* **Material for this task**
※

import fc from 'fast-check'
import { describe, expect, it } from 'vitest'
import { EMPTY_LOT, valueLeftMinor, type LotValue } from '#shared/larder/cost'
import {
  effectOf,
  effectOfUndoing,
  replay,
  undoRefusal,
  type LedgerMove,
  type Outcome,
} from '#shared/larder/ledger'
import type { MoveReason } from '#shared/larder/vocabulary'
import type { Instant } from '#shared/time/instant'

const jar: LotValue = { basisMilli: 1_000_000, basisMinor: 1200, remainingMilli: 1_000_000 }

const effect = (outcome: Outcome) => {
  if (!outcome.ok) throw new Error('refused')
  return outcome.effect
}

describe('what a move does to a lot', () => {
  it('draws at cost', () => {
    const { chargeMinor, deltaMilli, after } = effect(effectOf(jar, { reason: 'draw', milli: 70_000 }))
    expect([chargeMinor, deltaMilli, after.remainingMilli]).toEqual([84, -70_000, 930_000])
  })

  it('says by how much a lot is short', () => {
    const outcome = effectOf(jar, { reason: 'draw', milli: 1_000_001 })
    expect(outcome).toEqual({ ok: false, reason: 'short', shortMilli: 1 })
  })

  it.each<[MoveReason, number, number, number]>([
    ['waste', 500_000, -500_000, -600],
    ['recount', 900_000, -100_000, -120],
    ['recount', 1_000_000, 0, 0],
    ['recount', 1_100_000, 100_000, 0],
    ['top-up', 250_000, 250_000, 0],
  ])('%s of %i charges nobody', (reason, milli, deltaMilli, valueMinor) => {
    const found = effect(effectOf(jar, { reason, milli }))
    expect(found).toMatchObject({ deltaMilli, valueMinor, chargeMinor: 0 })
  })

  it('takes a draw back at what it was charged', () => {
    const drawn = effect(effectOf(jar, { reason: 'draw', milli: 333_333 }))
    const slip: LedgerMove = { reason: 'draw', ...drawn }
    const back = effect(effectOfUndoing(drawn.after, slip))
    expect(back.chargeMinor).toBe(-drawn.chargeMinor)
    expect(valueLeftMinor(back.after)).toBe(1200)
    expect(back.after.remainingMilli).toBe(1_000_000)
  })

  it('cannot take back what was added once it is gone', () => {
    const topped = effect(effectOf(EMPTY_LOT, { reason: 'top-up', milli: 500, costMinor: 9 }))
    const drawn = effect(effectOf(topped.after, { reason: 'draw', milli: 200 }))
    expect(effectOfUndoing(drawn.after, { reason: 'top-up', ...topped })).toMatchObject({ ok: false })
  })
})

describe('undoing a slip', () => {
  const at = '2031-05-06T10:00:00.000Z' as Instant
  const move = { reason: 'draw' as const, at, undone: false, undoes: false }
  it.each([
    ['within a quarter of an hour', move, '2031-05-06T10:15:00.000Z', undefined],
    ['a millisecond later', move, '2031-05-06T10:15:00.001Z', 'too-late'],
    ['twice', { ...move, undone: true }, at, 'undone'],
    ['an undoing', { ...move, undoes: true }, at, 'is-undo'],
    ['the first filling', { ...move, reason: 'opening' as const }, at, 'opening'],
  ])('%s', (_name, which, now, refusal) => {
    expect(undoRefusal(which, now as Instant)).toBe(refusal)
  })
})

type Step = { reason: MoveReason; milli: number; costMinor: number } | { undo: number }

const step: fc.Arbitrary<Step> = fc.oneof(
  fc.record({
    reason: fc.constantFrom<MoveReason>('draw', 'draw', 'draw', 'top-up', 'waste', 'recount'),
    milli: fc.integer({ min: 0, max: 400_000 }),
    costMinor: fc.integer({ min: 0, max: 900 }),
  }),
  fc.record({ undo: fc.nat(60) }),
)

describe('any history of a lot', () => {
  it('never goes below nothing, and its cost is all there: in the jar, on tabs, or written off', () => {
    const history = fc.array(step, { maxLength: 60 })
    fc.assert(
      fc.property(history, fc.integer({ min: 1, max: 1_000_000 }), fc.nat(5000), (steps, milli, minor) => {
        let lot: LotValue = { basisMilli: milli, basisMinor: minor, remainingMilli: milli }
        const ledger: LedgerMove[] = [
          { reason: 'opening', deltaMilli: milli, valueMinor: minor, chargeMinor: 0 },
        ]
        const settled = new Set<LedgerMove>()
        for (const next of steps) {
          const slip = 'undo' in next ? ledger[1 + next.undo] : undefined
          if (slip && settled.has(slip)) continue
          const reason = 'undo' in next ? slip?.reason : next.reason
          const outcome = 'undo' in next ? slip && effectOfUndoing(lot, slip) : effectOf(lot, next)
          if (!outcome?.ok || reason === undefined) continue
          const move = { reason, ...outcome.effect }
          ledger.push(move)
          // A move is undone once, and an undoing not at all.
          if (slip) settled.add(slip).add(move)
          lot = outcome.effect.after
          const sums = replay(ledger)
          expect(sums.remainingMilli).toBe(lot.remainingMilli)
          expect(lot.remainingMilli).toBeGreaterThanOrEqual(0)
          expect(sums.valueMinor).toBe(valueLeftMinor(lot))
          expect(valueLeftMinor(lot)).toBeGreaterThanOrEqual(0)
          if (lot.remainingMilli === 0) expect(sums.valueMinor).toBe(0)
        }
        const drawn = ledger.filter((move) => move.reason === 'draw')
        for (const move of drawn) expect(move.chargeMinor).toBe(0 - move.valueMinor)
      }),
      { numRuns: 1000 },
    )
  })
})
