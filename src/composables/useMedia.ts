import { onScopeDispose, readonly, ref } from 'vue'

/** Whether a media query holds, kept up to date. */
export function useMedia(query: string) {
  const list = window.matchMedia(query)
  const holds = ref(list.matches)
  const update = () => (holds.value = list.matches)
  list.addEventListener('change', update)
  onScopeDispose(() => list.removeEventListener('change', update))
  return readonly(holds)
}
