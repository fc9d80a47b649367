import { computed, ref, watch, type Ref } from 'vue'
import type { Lot } from '#shared/larder/contract'

/** What was counted of a lot, and what the app said at that moment: the two go to the server together. */
export interface Count {
  counted: number
  seen: number
}

export type CountState = 'open' | 'same' | 'differs' | 'moved'

/** A lot that moved after it was counted has to be counted again. */
export function countState(lot: Lot, count: Count | undefined): CountState {
  if (!count) return 'open'
  if (count.seen !== lot.remaining) return 'moved'
  return count.counted === lot.remaining ? 'same' : 'differs'
}

interface Kept {
  startedAt: string
  counts: Record<string, Count>
}

/** Counts typed while walking the shelf. They stay on this device until they are committed or dropped, through any reload. */
export function useStocktake(memberId: string, lots: Ref<readonly Lot[]>) {
  const key = `barmhouse-stocktake-${memberId}`
  const kept = read(key)
  const counts = ref<Record<string, Count>>(kept?.counts ?? {})
  const startedAt = ref(kept?.startedAt ?? '')
  /** True when counts of an earlier visit were found. */
  const resumed = kept !== undefined

  watch(
    counts,
    () => {
      if (Object.keys(counts.value).length === 0) return forget()
      startedAt.value ||= new Date().toISOString()
      keep(key, { startedAt: startedAt.value, counts: counts.value })
    },
    { deep: true },
  )
  function forget() {
    startedAt.value = ''
    keep(key, undefined)
  }

  function set(lot: Lot, counted: number | undefined) {
    const next = { ...counts.value }
    if (counted === undefined || !Number.isFinite(counted) || counted < 0)
      Reflect.deleteProperty(next, lot.id)
    else next[lot.id] = { counted, seen: lot.remaining }
    counts.value = next
  }

  const counted = computed(() =>
    lots.value.flatMap((lot) => {
      const count = counts.value[lot.id]
      return count ? [{ lot, count, state: countState(lot, count) }] : []
    }),
  )
  return {
    counts,
    startedAt,
    resumed,
    set,
    counted,
    moved: computed(() => counted.value.filter(({ state }) => state === 'moved')),
    differences: computed(() => counted.value.filter(({ state }) => state === 'differs')),
    clear: () => (counts.value = {}),
  }
}

function read(key: string): Kept | undefined {
  try {
    const kept = JSON.parse(localStorage.getItem(key) ?? 'null') as Kept | null
    return kept && typeof kept.counts === 'object' ? kept : undefined
  } catch {
    return undefined
  }
}

function keep(key: string, value: Kept | undefined) {
  try {
    if (value) localStorage.setItem(key, JSON.stringify(value))
    else localStorage.removeItem(key)
  } catch {
    // Storage is shut (private window): the counts last as long as the page.
  }
}
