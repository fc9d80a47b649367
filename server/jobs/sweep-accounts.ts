import { and, lt, ne } from 'drizzle-orm'
import { addMinutes } from '#shared/time/instant'
import { joinRequests, tokens } from '../db/schema/accounts.ts'
import { throttles } from '../db/schema/people.ts'
import type { Deps } from '../deps.ts'
import { eraseDue } from '../services/erasure.ts'

const DAY = 24 * 60

/** Erases who asked to leave, and lets go of what is kept no longer: links after a week, answered requests after 30 days. */
export function sweepAccounts(deps: Deps) {
  const before = (days: number) => addMinutes(deps.clock.now(), -days * DAY)
  eraseDue(deps)
  deps.db
    .delete(tokens)
    .where(lt(tokens.expiresAt, before(7)))
    .run()
  deps.db
    .delete(joinRequests)
    .where(and(ne(joinRequests.status, 'waiting'), lt(joinRequests.answeredAt, before(30))))
    .run()
  deps.db
    .delete(throttles)
    .where(lt(throttles.windowStartedAt, before(1)))
    .run()
}
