import { and, inArray, lt, ne } from 'drizzle-orm'
import { addMinutes } from '#shared/time/instant'
import { letters, noticeRounds, unsubscribeTokens } from '../db/schema/notices.ts'
import type { Deps } from '../deps.ts'
import { SWEPT_WORDS } from '../services/letters.ts'

const DAY = 24 * 60
/** What a letter said is kept for a month, that it was written for a little over a year. */
const TEXT_DAYS = 30
const ROW_DAYS = 400

/** Forgets the words of old letters, then the letters, and links to stop letters that are as old. */
export function sweepLetters(deps: Deps) {
  const now = deps.clock.now()
  const done = ['sent', 'failed', 'dropped'] as const
  deps.db
    .update(letters)
    .set({ text: SWEPT_WORDS, html: '' })
    .where(
      and(
        inArray(letters.status, done),
        lt(letters.queuedAt, addMinutes(now, -TEXT_DAYS * DAY)),
        ne(letters.text, SWEPT_WORDS),
      ),
    )
    .run()
  const before = addMinutes(now, -ROW_DAYS * DAY)
  deps.db
    .delete(letters)
    .where(and(inArray(letters.status, done), lt(letters.queuedAt, before)))
    .run()
  deps.db.delete(noticeRounds).where(lt(noticeRounds.doneAt, before)).run()
  deps.db.delete(unsubscribeTokens).where(lt(unsubscribeTokens.createdAt, before)).run()
}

※

* **Exercise aim**
In the listing above, find each line with the word "toMatchObject" and copy it.

* **Exercise response**
    expect(found).toMatchObject({ deltaMilli, valueMinor, chargeMinor: 0 })
    expect(effectOfUndoing(drawn.after, { reason: 'top-up', ...topped })).toMatchObject({ ok: false })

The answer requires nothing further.